*Your assignment*. Restate word for word the entries below, starting with the line with "levels, nodes, entries, count" and continuing through the line with "over_ground = self.ground_shape.at_node[0].astype(np.float32)". Include both of those lines and no others.

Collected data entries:
· · · ·
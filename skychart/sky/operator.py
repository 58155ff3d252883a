"""One more scattering of the whole field as a dense linear operator, and the sum of all orders."""

from collections.abc import Iterator
from concurrent.futures import ThreadPoolExecutor
from itertools import pairwise

import numpy as np
from numpy.typing import NDArray

from skychart.sky import dipole
from skychart.sky.fan import Fan
from skychart.sky.kernels import Kernels, Window, bin_crossings, bin_ground
from skychart.sky.shape import Shape

Array = NDArray[np.float64]
Single = NDArray[np.float32]

THREADS = 2
_LAST_ORDER = 1e-4
_MOST_ORDERS = 200
_REACHES_DEG = (4.0, 1.0)  # crossings that turn by less about the planet's centre see few source nodes


class Operator:
    """The operator of some wavelengths. All states are over the shapes.

    ``between`` (wavelength, level, source level, entry x node, source entry x node);
    ``from_ground`` (wavelength, level, entry x node, ground node);
    ``to_ground`` (wavelength, source level, ground node, source entry x node).
    """

    def __init__(
        self,
        fans: list[Fan],
        block: slice,
        chi: Array,
        shapes: tuple[Shape, Shape],
        coefficients: tuple[Array, Array],
        albedo: Array,
    ) -> None:
        self.block, self.chi, self.albedo = block, chi, albedo
        self.tensor_shape, self.ground_shape = shapes
        self.a, self.b = coefficients
        count, levels, points = len(albedo), len(fans), dipole.ENTRIES * len(chi)
        self.between = np.zeros((count, levels, levels, points, points), np.float32)
        self.from_ground = np.zeros((count, levels, points, len(chi)), np.float32)
        self.to_ground = np.zeros((count, levels, len(chi), points), np.float32)
        with ThreadPoolExecutor(THREADS) as pool:
            list(pool.map(self._fill, fans))

    def sum_orders(self, tensor: Array, ground: Array) -> tuple[Single, Single]:
        """All orders from the first: ``tensor`` (level, node, entry, wavelength), ``ground`` (node, wavelength).

        The results have the same shapes and are divided by the Shape's values. Orders are added until one adds less
        than 1e-4 of the sum anywhere.
        """
        levels, nodes, entries, count = tensor.shape
        over_tensor = (
            np.repeat(self.tensor_shape.at_node[:, None], entries, axis=1).reshape(levels, -1).astype(np.float32)
        )
        over_ground = self.ground_shape.at_node[0].astype(np.float32)
        order = (tensor.transpose(3, 0, 2, 1).reshape(count, levels, -1) / over_tensor).astype(np.float32)
        order_ground = (ground.T / over_ground).astype(np.float32)
        total, total_ground = order.copy(), order_ground.copy()
        for _ in range(_MOST_ORDERS):
            order, order_ground = (
                (
                    (self.between @ order[:, None, ..., None])[..., 0].sum(axis=2)
                    + (self.from_ground @ order_ground[:, None, :, None])[..., 0]
                )
                / over_tensor,
                (self.to_ground @ order[..., None])[..., 0].sum(axis=1) / over_ground,
            )
            total += order
            total_ground += order_ground
            if np.abs(order).max() < _LAST_ORDER * np.abs(total).max():
                break
        return total.reshape(count, levels, entries, nodes).transpose(1, 3, 2, 0), total_ground.T

    def _fill(self, fan: Fan) -> None:
        """All rows of the fan's level."""
        count, levels, nodes = len(self.a), self.between.shape[1], len(self.chi)
        size = count, levels, dipole.ENTRIES, nodes, dipole.ENTRIES, nodes
        rows = self.between[:, fan.level].reshape(size)
        ground_rows = self.to_ground.reshape(count, levels, 1, nodes, dipole.ENTRIES, nodes)
        seen = fan.coarse.reached & (fan.coarse.weight.max(axis=3) > 0)
        reach = np.abs(fan.coarse.sin_turn)
        for nearest, farthest in pairwise((np.inf, *np.sin(np.radians(_REACHES_DEG)), -1.0)):
            some = seen & (reach < nearest) & (reach >= farthest)
            if not some.any():
                continue
            window = Window.of(self.chi, nearest)
            blocks = self._contract(bin_crossings(fan, some, window, self.chi, self.tensor_shape))
            if window.width == nodes:
                for level, block in blocks:
                    rows[:, level] += block[:, : dipole.ENTRIES]
                    if fan.level == 0:
                        ground_rows[:, level] += block[:, dipole.ENTRIES :]
                continue
            sums = np.zeros(
                (count, levels, dipole.ENTRIES + (fan.level == 0), nodes, dipole.ENTRIES, window.width), np.float32
            )
            for level, block in blocks:
                sums[:, level] = block
            for x, first in enumerate(window.first):
                sources = slice(first, first + window.width)
                rows[:, :, :, x, :, sources] += sums[:, :, : dipole.ENTRIES, x]
                if fan.level == 0:
                    ground_rows[:, :, :, x, :, sources] += sums[:, :, dipole.ENTRIES :, x]
        strikes = np.nonzero(fan.coarse.ground.any(axis=1))[0]
        radiance = (self.albedo / np.pi) * fan.coarse.ground[strikes, self.block]
        lit = np.tensordot(radiance.T, bin_ground(fan, strikes, self.chi, self.ground_shape), axes=1)
        self.from_ground[:, fan.level] = lit.reshape(count, -1, nodes)

    def _contract(self, kernels: Kernels) -> Iterator[tuple[int, Single]]:
        """Each source level's kernels weighted and summed: (wavelength, output, node, entry, window)."""
        count, size = len(self.a), kernels.dipolar.shape[1:]
        for level in np.unique(kernels.level):
            here = kernels.level == level
            weight = kernels.weight[here, self.block].T
            dipolar = (self.a[:, None] * weight).astype(np.float32) @ kernels.dipolar[here].reshape(here.sum(), -1)
            plain = (self.b[:, None] * weight).astype(np.float32) @ kernels.plain[here].reshape(here.sum(), -1)
            block, plain = dipolar.reshape(count, *size), plain.reshape(count, *size[:2], size[3])
            for entry, traced in enumerate(dipole.TRACE):
                if traced:
                    block[..., entry, :] += plain
            yield int(level), block
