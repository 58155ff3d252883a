"""One more scattering of the whole field as a dense linear operator, and the sum of all orders.

The binned geometry is kept once; the matrix of each wavelength is made from it in a buffer that is used again, since
it is the largest thing in memory.
"""

from collections.abc import Iterator
from concurrent.futures import ThreadPoolExecutor
from dataclasses import dataclass
from itertools import pairwise

import numpy as np
from numpy.typing import NDArray

from skychart.sky import dipole
from skychart.sky.fan import Fan
from skychart.sky.kernels import Kernels, Window, bin_crossings, bin_ground
from skychart.sky.shape import Shape

Array = NDArray[np.float64]
Single = NDArray[np.float32]

THREADS = 2
_LAST_ORDER = 1e-4
_MOST_ORDERS = 200
_REACHES_DEG = (10.0, 4.0, 1.0)  # crossings that turn by less about the planet's centre see few source nodes


@dataclass(frozen=True, eq=False)
class Level:
    """The geometry of all rays from one level: kernels by the reach of their rays, and of the ground seen."""

    kernels: list[Kernels]
    ground: Single  # (ray, entry, node, ground node)
    ground_transmission: Array  # (ray, wavelength)

    @classmethod
    def of(cls, fan: Fan, chi: Array, shapes: tuple[Shape, Shape]) -> "Level":
        """Bin a fan's crossings for sources at ``chi`` [rad] over the shapes of the tensor and of the ground."""
        seen = fan.coarse.reached & (fan.coarse.weight.max(axis=3) > 0)
        reach = np.abs(fan.coarse.sin_turn)
        kernels = []
        for nearest, farthest in pairwise((np.inf, *np.sin(np.radians(_REACHES_DEG)), -1.0)):
            some = seen & (reach < nearest) & (reach >= farthest)
            if some.any():
                kernels.append(bin_crossings(fan, some, Window.of(chi, nearest), chi, shapes[0]))
        strikes = np.nonzero(fan.coarse.ground.any(axis=1))[0]
        return cls(kernels, bin_ground(fan, strikes, chi, shapes[1]), fan.coarse.ground[strikes])


class Operator:
    """The operator at every wavelength. States are over the shapes: (level, entry, node), then (ground node)."""

    def __init__(
        self, fans: list[Fan], chi: Array, shapes: tuple[Shape, Shape], coefficients: tuple[Array, Array], albedo: Array
    ) -> None:
        self.nodes = len(chi)
        self.rows = dipole.ENTRIES * self.nodes
        self.coefficients, self.albedo = coefficients, albedo
        with ThreadPoolExecutor(THREADS) as pool:
            self.levels = list(pool.map(lambda fan: Level.of(fan, chi, shapes), fans))
        repeated = np.repeat(shapes[0].at_node[:, None], dipole.ENTRIES, axis=1)
        self.shape = np.append(repeated.ravel(), shapes[1].at_node[0]).astype(np.float32)

    def sum_orders(self, tensor: Array, ground: Array) -> tuple[Single, Single]:
        """All orders from the first: ``tensor`` (level, node, entry, wavelength), ``ground`` (node, wavelength).

        The results have the same shapes and are divided by the Shape's values. Orders are added until one adds less
        than 1e-4 of the sum anywhere.
        """
        flat = np.concatenate([tensor.transpose(3, 0, 2, 1).reshape(tensor.shape[3], -1), ground.T], axis=1)
        first = (flat / self.shape).astype(np.float32)
        with ThreadPoolExecutor(THREADS) as pool:
            shares = [range(start, len(first), THREADS) for start in range(THREADS)]
            sums = dict(
                pair for part in pool.map(lambda share: list(self._sums(share, first)), shares) for pair in part
            )
        total = np.stack([sums[wavelength] for wavelength in range(len(first))])
        solved = total[:, : -self.nodes].reshape(-1, len(self.levels), dipole.ENTRIES, self.nodes)
        return solved.transpose(1, 3, 2, 0), total[:, -self.nodes :].T

    def _sums(self, wavelengths: range, first: Single) -> Iterator[tuple[int, Single]]:
        matrix = np.empty((len(self.shape), len(self.shape)), np.float32)
        for wavelength in wavelengths:
            self._fill(matrix, wavelength)
            order = first[wavelength]
            total = order.copy()
            for _ in range(_MOST_ORDERS):
                order = (matrix @ order) / self.shape
                total += order
                if np.abs(order).max() < _LAST_ORDER * np.abs(total).max():
                    break
            yield wavelength, total

    def _fill(self, matrix: Single, wavelength: int) -> None:
        matrix.fill(0)
        count, size = len(self.levels), (dipole.ENTRIES, self.nodes)
        to_ground = matrix[-self.nodes :, : -self.nodes].reshape(1, self.nodes, count, *size)
        for number, level in enumerate(self.levels):
            own = matrix[number * self.rows : (number + 1) * self.rows]
            rows = own[:, : -self.nodes].reshape(*size, count, *size)
            for kernels in level.kernels:
                sums = self._weighted(kernels, wavelength)
                for x, first in enumerate(kernels.window.first):
                    sources = slice(first, first + kernels.window.width)
                    rows[:, x, ..., sources] += sums[:, : dipole.ENTRIES, x].swapaxes(0, 1)
                    if number == 0:
                        to_ground[:, x, ..., sources] += sums[:, dipole.ENTRIES :, x].swapaxes(0, 1)
            radiance = self.albedo[wavelength] / np.pi * level.ground_transmission[:, wavelength]
            own[:, -self.nodes :] = np.tensordot(radiance, level.ground, axes=1).reshape(self.rows, self.nodes)

    def _weighted(self, kernels: Kernels, wavelength: int) -> Single:
        """Kernels with one wavelength's path weights, summed by source level: (level, output, node, entry, window)."""
        size = kernels.dipolar.shape[1:]
        sums = np.zeros((len(self.levels), *size), np.float32)
        a, b = (coefficient[wavelength] for coefficient in self.coefficients)
        weight = kernels.weight[:, wavelength]
        dipolar_weight, plain_weight = (a * weight).astype(np.float32), (b * weight).astype(np.float32)
        traced = [entry for entry, part in enumerate(dipole.TRACE) if part]
        for level, run in kernels.runs():
            block = sums[level]
            np.matmul(
                dipolar_weight[run], kernels.dipolar[run].reshape(run.stop - run.start, -1), out=block.reshape(-1)
            )
            plain = plain_weight[run] @ kernels.plain[run].reshape(run.stop - run.start, -1)
            block[..., traced, :] += plain.reshape(*size[:2], 1, size[3])
        return sums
· · · ·
*Answer box*.
        levels, nodes, entries, count = tensor.shape
        over_tensor = (
            np.repeat(self.tensor_shape.at_node[:, None], entries, axis=1).reshape(levels, -1).astype(np.float32)
        )
        over_ground = self.ground_shape.at_node[0].astype(np.float32)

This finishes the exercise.